Thank you. The next question is coming from the line of Keith Stanley with Wolfe Research. Please proceed with your questions.
Hi, good morning. Quote after the merger close, would you plan to pay down debt with some of the retained cash flow? Or should we think of retained cash flow as more likely to get allocated to growth CapEx? And delevering plans are mainly from EBITDA growth going forward?
Yes, you bet, Keith. As you really look at the of course $2.5 billion to $3 billion of retained cash flow that we talked about in the discussions over the last week or so. What you're going to really see as much as any, is you're going to see us start managing toward that 4 times to 4.5 times leverage ratio. So depending – the variables that go into that are going to be what is going to be the funding needs around all these organic projects, as you look out at them, but it's also going to be than the balance of how you look at funding these things and we are going to try to always optimize the return to the unitholders. And so you're going to see is kind of an navigate that way. So let's say, for example, you end up with even more cash flow, yes, you would be using it to even deleverage at a faster clip. But I can't emphasize enough to what an already faster clip are going to be deleveraging as you bring these two companies together.
Okay. And then just on follow-ups on some of the other ones. So Mariner what is the capacity of the interim solution, using the 12-inch line in some areas?
We really haven't shared capacities. We may be doing that in the future, but the multipronged aspect of the question is we have sufficient capacity to handle what we've contracted.
Okay, when would you expect the full pipeline at the 275,000 a day to be completed with the remaining HDDs complete.
For Mariner 2 – for the next segment, the last segment through what we call the GRE area, we expect that to be completed by the third quarter or in the third quarter of 2019.
For Mariner 2, it would be third quarter of 2019 as originally planned?
Yes, for the next segment through – yes, the last segment of Mariner 2 will be completed in October of 2019.
Okay. All right. And one last quick one, just crude marketing; is there any – should we think there is any lag between the time when spreads expand or compress? And when you guys realize results in the crude marketing business; is there any lag there to be mindful of?
I'm sorry, could you repeat the question?
So is there any lag between when we look at kind of the West Texas to East Texas spread on the screen from when that expands or compresses? And when we would see realized margins and results? Is there a month or two lag or anything like that in the crude marketing business?

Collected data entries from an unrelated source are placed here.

@dataclass(frozen=True)
class Cluster(_Forming):
    """One cluster (or all of them) of the features above a cluster-forming threshold.

    Parameters
    ----------
    height, p, control
        The forming threshold; exactly one.
    connectivity : {18, 6, 26}
        Which voxels touch: by a face, an edge or a corner.
    min_size : int
        The least number of features of a cluster.
    pick : {"largest", "peak", "nearest", "all"}
        The cluster with most features; with the highest t; with the feature nearest to a
        coordinate; or every cluster of sufficient size. Ties go to the lowest feature number.
    near : (3,) float, mm
        The coordinate for "nearest".
    extent : Controlled, optional
        What the size of a cluster controls over the search region, given a forming height or p;
        `min_size` holds besides.
    """

    connectivity: int = 18
    min_size: int = 1
    pick: str = "largest"
    near: tuple[float, float, float] | None = None
    extent: Controlled | None = None

    def __post_init__(self) -> None:
        super().__post_init__()
        if self.pick not in PICKS:
            raise InputError("unknown pick", expected=f"one of {', '.join(PICKS)}", got=self.pick)
        if self.connectivity not in (6, 18, 26):
            raise InputError(
                "connectivity out of range", expected="6, 18 or 26", got=str(self.connectivity)
            )
        if self.min_size < 1:
            raise InputError("min_size out of range", expected=">= 1", got=str(self.min_size))
        if (self.pick == "nearest") != (self.near is not None):
            raise InputError(
                'pick = "nearest" and near = [x, y, z] go together',
                got=f"pick {self.pick!r}, near {self.near}",
            )
        if self.extent is not None:
            _check_control("the size of clusters", self.extent, EXTENT_CONTROLS)
            if self.control is not None:
                raise InputError(
                    "control of height and of size at once",
                    expected="a forming height or p where the size is controlled",
                    got=f"{self.control.control} and {self.extent.control}",
                )

    def describe(self, tail: str = "positive", chosen_on: str = GROUP) -> str:
        """The rule in words."""
        extreme = "lowest trough" if tail == "negative" else "highest peak"
        which = {
            "largest": "the largest cluster",
            "peak": f"the cluster with the {extreme}",
            "nearest": f"the cluster nearest to {_point(self.near)} mm",
            "all": "every cluster",
        }[self.pick]
        sizes = f"at least {self.min_size} voxel{'s' * (self.min_size > 1)}"
        if self.extent is not None:
            sizes += f", {self.extent.extent()}"
        return (
            f"{which} of voxels with {self._threshold(tail, chosen_on)} "
            f"(connectivity {self.connectivity}, {sizes})"
        )


@dataclass(frozen=True)
class Strongest:
    """The features with the highest value of the map; ties go to the lowest number.

    Parameters
    ----------
    k : int
        How many; or else
    map_kind : {"t", "mean"}
        Which group map ranks them.
    fraction : float
        Which share of the features that have a value in the map, rounded up.

    Examples
    --------
    >>> Strongest(fraction=0.05).number(1990)
    100
    """

    k: int = 0
    map_kind: str = "t"
    fraction: float = 0.0

    def __post_init__(self) -> None:
        if (self.k == 0) == (self.fraction == 0):
            raise InputError(
                "the strongest voxels need exactly one of k and fraction",
                got=f"k {self.k}, fraction {self.fraction}",
            )
        if self.k < 0:
            raise InputError("k out of range", expected=">= 1", got=str(self.k))
        if self.fraction and not 0 < self.fraction < 1:
            raise InputError(
                "fraction out of range", expected="0 < fraction < 1", got=str(self.fraction)
            )
        _check_kind(self.map_kind)

    def number(self, usable: int) -> int:
        """How many features it keeps of a map in which so many have a value."""
        # 7 % of 100 features are 7, though 0.07 x 100 is a little more in binary.
        return self.k or max(1, int(np.ceil(self.fraction * usable - 1e-9)))

    def describe(self, tail: str = "positive", chosen_on: str = GROUP) -> str:
        """The rule in words.

        Examples
        --------
        >>> Strongest(5).describe(), Strongest(5, "mean").describe(chosen_on="other runs")
        ... # doctest: +NORMALIZE_WHITESPACE
        ('the 5 voxels with the highest group t',
         "the 5 voxels with the highest mean over the subject's other runs")
        """
        many = f"{self.k} voxels" if self.k else f"{100 * self.fraction:g} % of the voxels"
        many = "voxel" if self.k == 1 else many
        return f"the {many} with the {_extreme(tail)} {_read(self.map_kind, chosen_on)}"


@dataclass(frozen=True)
class PeakSphere:
    """The features around the highest value of the map, by the distance of their centres.

    A feature without data on the selection side cannot be the peak; it may lie in the sphere.

    Parameters
    ----------
    radius : float, mm
    map_kind : {"t", "mean"}
        Which group map has the peak; a tie goes to the lowest feature number.
    """

    radius: float
    map_kind: str = "t"

    def __post_init__(self) -> None:
        if not 0 < self.radius < np.inf:
            raise InputError("radius out of range", expected="> 0 mm", got=str(self.radius))
        _check_kind(self.map_kind)

    def describe(self, tail: str = "positive", chosen_on: str = GROUP) -> str:
        """The rule in words."""
        return (
            f"the voxels within {self.radius:g} mm of the one with the {_extreme(tail)} "
            f"{_read(self.map_kind, chosen_on)}"
        )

Yes, there is. For example, we said and what the spread will be, I believe it's almost $20 for September. So it is unlike the natural gas, where the spreads, for example, between WTI and Houston are already set kind of pre-advance for the most part, and so, for example, for the remainder of this year, I think the spread is $19 to $20 for September, October, November, and December. So any unhedged volumes, that's where the prices that we are moving for.
Thank you. The next question is coming from the line of Michael Blum with Wells Fargo Securities. Please proceed with your question.

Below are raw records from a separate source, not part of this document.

class GraphLedger:
    """A ledger, as the guard uses it around one workflow.

    Parameters
    ----------
    path : Path
    study : Study
        As stated.
    """

    def __init__(self, path: Path, study: Study) -> None:
        self.ledger, self.study = Ledger(path.absolute()), study
        self._recorded = Recorded(Shelf(Chain()), study)
        self._regions: dict[str, Selected] = {}  # by their files

    def open(self, *, write: bool) -> None:
        """Read it.

        Raises
        ------
        InputError
            When it was changed, or (to `write`) cannot be written.
        """
        if write:
            self.ledger.check_writable()
        table = (
            shlex.quote(self.study.relative(self.study.tables[0])) if self.study.tables else "TABLE"
        )
        options = f" --study {table} --ledger {shlex.quote(self.ledger.path.name)}"
        there = shelf_of(self.ledger.path, self.ledger.sound())
        self._recorded = Recorded(there, self.study, options)
        self._regions = {}

    # -- before -----------------------------------------------------------------------------

    def recognised(self, ancestry: Ancestry) -> Study:
        """The study, with what the ledger knows of the files of origins that reach a mask."""
        if not self._recorded.chain.entries:
            return self.study
        more: list[Origin] = []
        for file, (tested, direct) in self._behind(ancestry).items():
            volume = _volume(self.study.full(file), labels=direct)
            if volume is not None:
                origins = self.study.origins_of(file)
                chosen = Selected(
                    file,
                    tuple(dict.fromkeys(origin.source for origin in origins)),
                    (file,),
                    volume[0].digest,
                    derived_from=tuple(u for origin in origins for u in origin.derived_from),
                    call=shlex.quote(file),
                    voxels=(volume[0].digest,),
                )
                more += known_of(chosen, volume, tested, self._recorded, _smooth)
        return replace(self.study, origins=tuple(dict.fromkeys((*self.study.origins, *more))))

    def _behind(self, ancestry: Ancestry) -> dict[str, tuple[int, bool]]:
        """The files of origins behind masks: the units they are tested on; if one is a mask."""
        found: dict[str, tuple[int, bool]] = {}
        for node in ancestry.nodes:
            meeting, _ = meetings_of(node.interface)
            if meeting is None:
                continue
            _, met = meetings_at(node, meeting, ancestry.inputs[node_name(node)])
            for mask, data, _ in met:
                for file in filter(self.study.is_origin, _outside(mask)):
                    tested, direct = found.get(file, (0, False))
                    direct = direct or place_of(mask) == file
                    found[file] = tested | data.touch.values, direct
        return found

    @staticmethod
    def keep(node: Any) -> None:
        """Have the engine keep the peaks of what a node chooses, also when nobody takes them."""
        if node.needed_outputs and isinstance(node.interface, SequesterInterface):
            made = outputs_of(node.interface).keys()
            if made & _PEAKS:
                node.needed_outputs = [*node.needed_outputs, *made & (_PEAKS | _CHOSEN)]

    # -- while running ----------------------------------------------------------------------

    def look(
        self, ancestry: Ancestry, node: Any, findings: Sequence[Finding]
    ) -> Iterator[tuple[str, str, Touch]]:
        """The regions from outside that a node is given, as they are now.

        Parameters
        ----------
        ancestry : Ancestry
        node : Node
            Just before it runs: its inputs are there.
        findings : sequence of Finding

        Yields
        ------
        field, place, touch
            Of a region that the ledger knows more of. What is in doubt is added to the doubts
            of the ancestry's study.
        """
        meeting, statistic = meetings_of(node.interface)
        named = {meeting.mask if meeting else "", statistic.search if statistic else ""}
        if isinstance(node.interface, SequesterInterface):
            named |= _SEARCHED
        name = node_name(node)
        trees = ancestry.inputs[name].trees
        fields = [field for field in sorted(named & trees.keys()) if trees[field].touch.origins]
        if not fields:
            return
        given = _actual(node)
        after = {name, *map(node_name, nx.descendants(ancestry.graph, node))}
        tested = 0
        for finding in findings:
            tested |= finding.data_units if finding.node in after else 0
        for field in fields:
            for path, part in _parts(given.get(field), trees[field]):
                touch = part.touch
                if not touch.origins or touch.choosers or touch.unknown:
                    continue
                for origin in self._met(ancestry, path, part, tested):
                    ancestry.study.doubts.update({doubt.name: doubt for doubt in origin.doubts})
                    yield field, self.study.relative(path), self.study.of_origin(origin)

    def _met(self, ancestry: Ancestry, path: str, part: Tree, tested: int) -> Iterator[Origin]:
        volume = _volume(path, labels=True)
        if volume is None:
            return
        chosen, single = self._named(_maker(ancestry, part), path, part, volume[0])
        self._regions[path] = chosen
        yield from known_of(chosen, [*volume, *single], tested, self._recorded, _smooth)

    def _named(self, node: Any, path: str, part: Tree, voxels: VoxelSet) -> Found:
        """A region as `sequester declare` would name it, if it can; labels of it, each."""
        sources, here = tuple(sorted(part.touch.origins)), (voxels.digest,)
        interface = None if isinstance(node, MapNode) else getattr(node, "interface", None)
        if isinstance(interface, SphereMask):
            at, radius = interface.inputs.centre, interface.inputs.radius
            centre, selects = " ".join(f"{x:g}" for x in at), sphere_digest(at, radius)
            what, call = f"sphere at {centre}", f"--centre {centre} --radius {radius:g}"
            return Selected(what, sources, (), selects, call=call, voxels=here), []
        if isinstance(interface, LabelMask) and self.study.is_declared(interface.inputs.in_file):
            file, numbers = self.study.relative(interface.inputs.in_file), interface.numbers()
            call = f"{shlex.quote(file)} {' '.join(f'--label {number}' for number in numbers)}"
            atlas = Path(self.study.full(file))
            (selects, _), each = atlas_sets(atlas, numbers), labels_in(atlas)
            single = [each[number] for number in numbers]
            parts = tuple(one.digest for one in single)
            what = f"label {', '.join(map(str, numbers))} of {file}"
            made = Selected(what, sources, (), selects, numbers, (), call, here, parts)
            return made, single if len(single) > 1 else []
        if self.study.is_declared(path):
            file = self.study.relative(path)
            made = Selected(file, sources, (), voxels.digest, call=shlex.quote(file), voxels=here)
            return made, []
        what = f"a region made by {place_of(part)}"
        return Selected(what, sources, (), voxels.digest, voxels=here), []

    # -- after ------------------------------------------------------------------------------

    def write(self, ancestry: Ancestry, findings: Sequence[Finding]) -> list[dict[str, Any]]:
        """Write what a run that has ended adds.

        Returns
        -------
        list of dict
            Its looks as they were first recorded: ``node``, ``statistic``, ``looks`` (how many
            have read some of these voxels in some of these data), ``notes`` and more.
        """
        read = [one for node in ancestry.nodes for one in _read(ancestry, node, findings)]
        sets = {mask: _volume(mask) for mask in dict.fromkeys(one.mask for one in read)}
        known = {mask: volume[0] for mask, volume in sets.items() if volume is not None}
        masks = [*self._artefacts(ancestry, read, known)]
        taken = [*self._looks(ancestry, read, known)]
        origins = [of_origin(self._there(one), self.study.root) for one in self.study.origins]
        stated = [*origins, *self._declared(origins)]
        waivers = [
            {"kind": WAIVER, "node": node.fullname, "field": row["field"], "says": row["says"]}
            for node in ancestry.nodes
            for row in waivers_at(ancestry, node, {})
        ]
        keys = [look.key for look in taken]

        def entries(chain: Chain) -> list[dict[str, Any]]:
            recorded = Recorded(shelf_of(self.ledger.path, chain), self.study)

            def notes(look: Look, first: Mapping[str, Entry]) -> Iterator[str]:
                regions = [r for r in self._regions.values() if r.key in look.body["regions"]]
                yield from declared_late(regions, earlier_looks(look, recorded, first), recorded)

            return [
                *new_declarations(stated, chain),
                *new_waivers(waivers, chain),
                *new_artefacts(masks, self.study, chain),
                *counted(taken, recorded, notes),
            ]

        self.ledger.extend(entries)
        first = first_looks(self.ledger.sound())
        return [dict(first[key].body) for key in keys]

    def _there(self, origin: Origin) -> Origin:
        files = tuple(name for name in origin.files if Path(self.study.full(name)).is_file())
        return replace(origin, files=files)

    def _declared(self, origins: Sequence[Mapping[str, Any]]) -> Iterator[dict[str, Any]]:
        """The regions that the graph made of what came from outside."""
        known = {selects for body in origins for selects in body["selects"]}
        for chosen in self._regions.values():
            if chosen.selects not in known:
                yield declaration(chosen, (), self.study.root)

    def _artefacts(
        self, ancestry: Ancestry, read: Sequence[_Read], sets: Mapping[str, VoxelSet]
    ) -> Iterator[dict[str, Any]]:
        """The entries of masks that data have chosen, one for each node that made some."""
        made: dict[str, dict[str, _Read]] = {}
        for one in read:
            if one.mask_units and one.mask in sets and not self.study.is_origin(one.mask):
                of_node = made.setdefault(_node_of(one.place), {})
                before = of_node.get(one.mask)
                units = one.mask_units | (before.mask_units if before else 0)
                of_node[one.mask] = replace(before or one, mask_units=units)
        nodes = {node_name(node): node for node in ancestry.nodes}
        for name, masks in made.items():
            node = nodes.get(name)
            peaks = _peaks(node)
            head = {"node": name, "parameters": _parameters(ancestry, node)}
            yield artefact(
                head,
                [
                    MadeMask(
                        one.place, Path(one.mask), sets[one.mask], one.mask_units,
                        peaks.get(Path(one.mask), ()),
                    )
                    for one in masks.values()
                ],
                self.study,
            )  # fmt: skip

    def _looks(
        self, ancestry: Ancestry, read: Sequence[_Read], sets: Mapping[str, VoxelSet]
    ) -> Iterator[Look]:
        taken: set[str] = set()
        for node in ancestry.nodes:
            _, statistic = meetings_of(node.interface)
            tree = (
                ancestry.inputs[node_name(node)].trees.get(statistic.values) if statistic else None
            )
            if tree is None:
                continue
            marks = {mark.where for mark in tree.touch.extractions}
            enter = [one for one in read if one.marks & marks]
            taken |= marks
            if enter:
                yield self._look([node], enter, sets, type(node.interface).__name__)
        left: dict[str, list[Any]] = {}  # all that iterables made of a node are one look
        for node in ancestry.nodes:
            if any(one.node == node_name(node) and not one.marks & taken for one in read):
                left.setdefault(node.fullname, []).append(node)
        for nodes in left.values():
            names = {node_name(node) for node in nodes}
            enter = [one for one in read if one.node in names and not one.marks & taken]
            yield self._look(nodes, enter, sets, "")

    def _look(
        self, nodes: Sequence[Any], enter: Sequence[_Read], sets: Mapping[str, VoxelSet], what: str
    ) -> Look:
        table, tested = self.study.table, 0
        for one in enter:
            tested |= one.data_units
        masks = {one.mask for one in enter}
        voxels = {sets[mask].digest: sets[mask] for mask in sorted(masks) if mask in sets}
        where = united([*voxels.values()])
        names = {*voxels, *(digest(mask) for mask in masks if mask not in sets)}
        stated = {
            "node": nodes[0].fullname if not what else node_name(nodes[0]),
            "statistic": what,
            "contrast": sorted({name for one in enter for name in one.contrasts}),
            "tested": set_record(tested, table),
            "of": units_body(self.study)["id"],
            "masks": digest_text(" ".join(sorted(names))),
            "maps": digest_text("\n".join(sorted({digest(m) for one in enter for m in one.maps}))),
            "regions": sorted({r.key for path, r in self._regions.items() if path in masks}),
            "parameters": _said_of(nodes[0], [_settings(node) for node in nodes]),
        }
        return Look(look_body(stated, where), tested, where)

Thank you. Just wanted to ask another question on Mariner East 2. When that initial tranche of capacity comes on at the end of the third quarter, coming up here – will that – with those NGL that go on that line, should we assume they're going to be exported? Or are there other markets that they're going to go to?
Predominantly would be exported, but certainly there's other markets for butane and propane in domestic markets.
Okay. And then can you talk about just the latest on Dakota Access Pipeline, just kind of where you stand from a volume or utilization standpoint? And how that's ramping? And that would be helpful. Thanks.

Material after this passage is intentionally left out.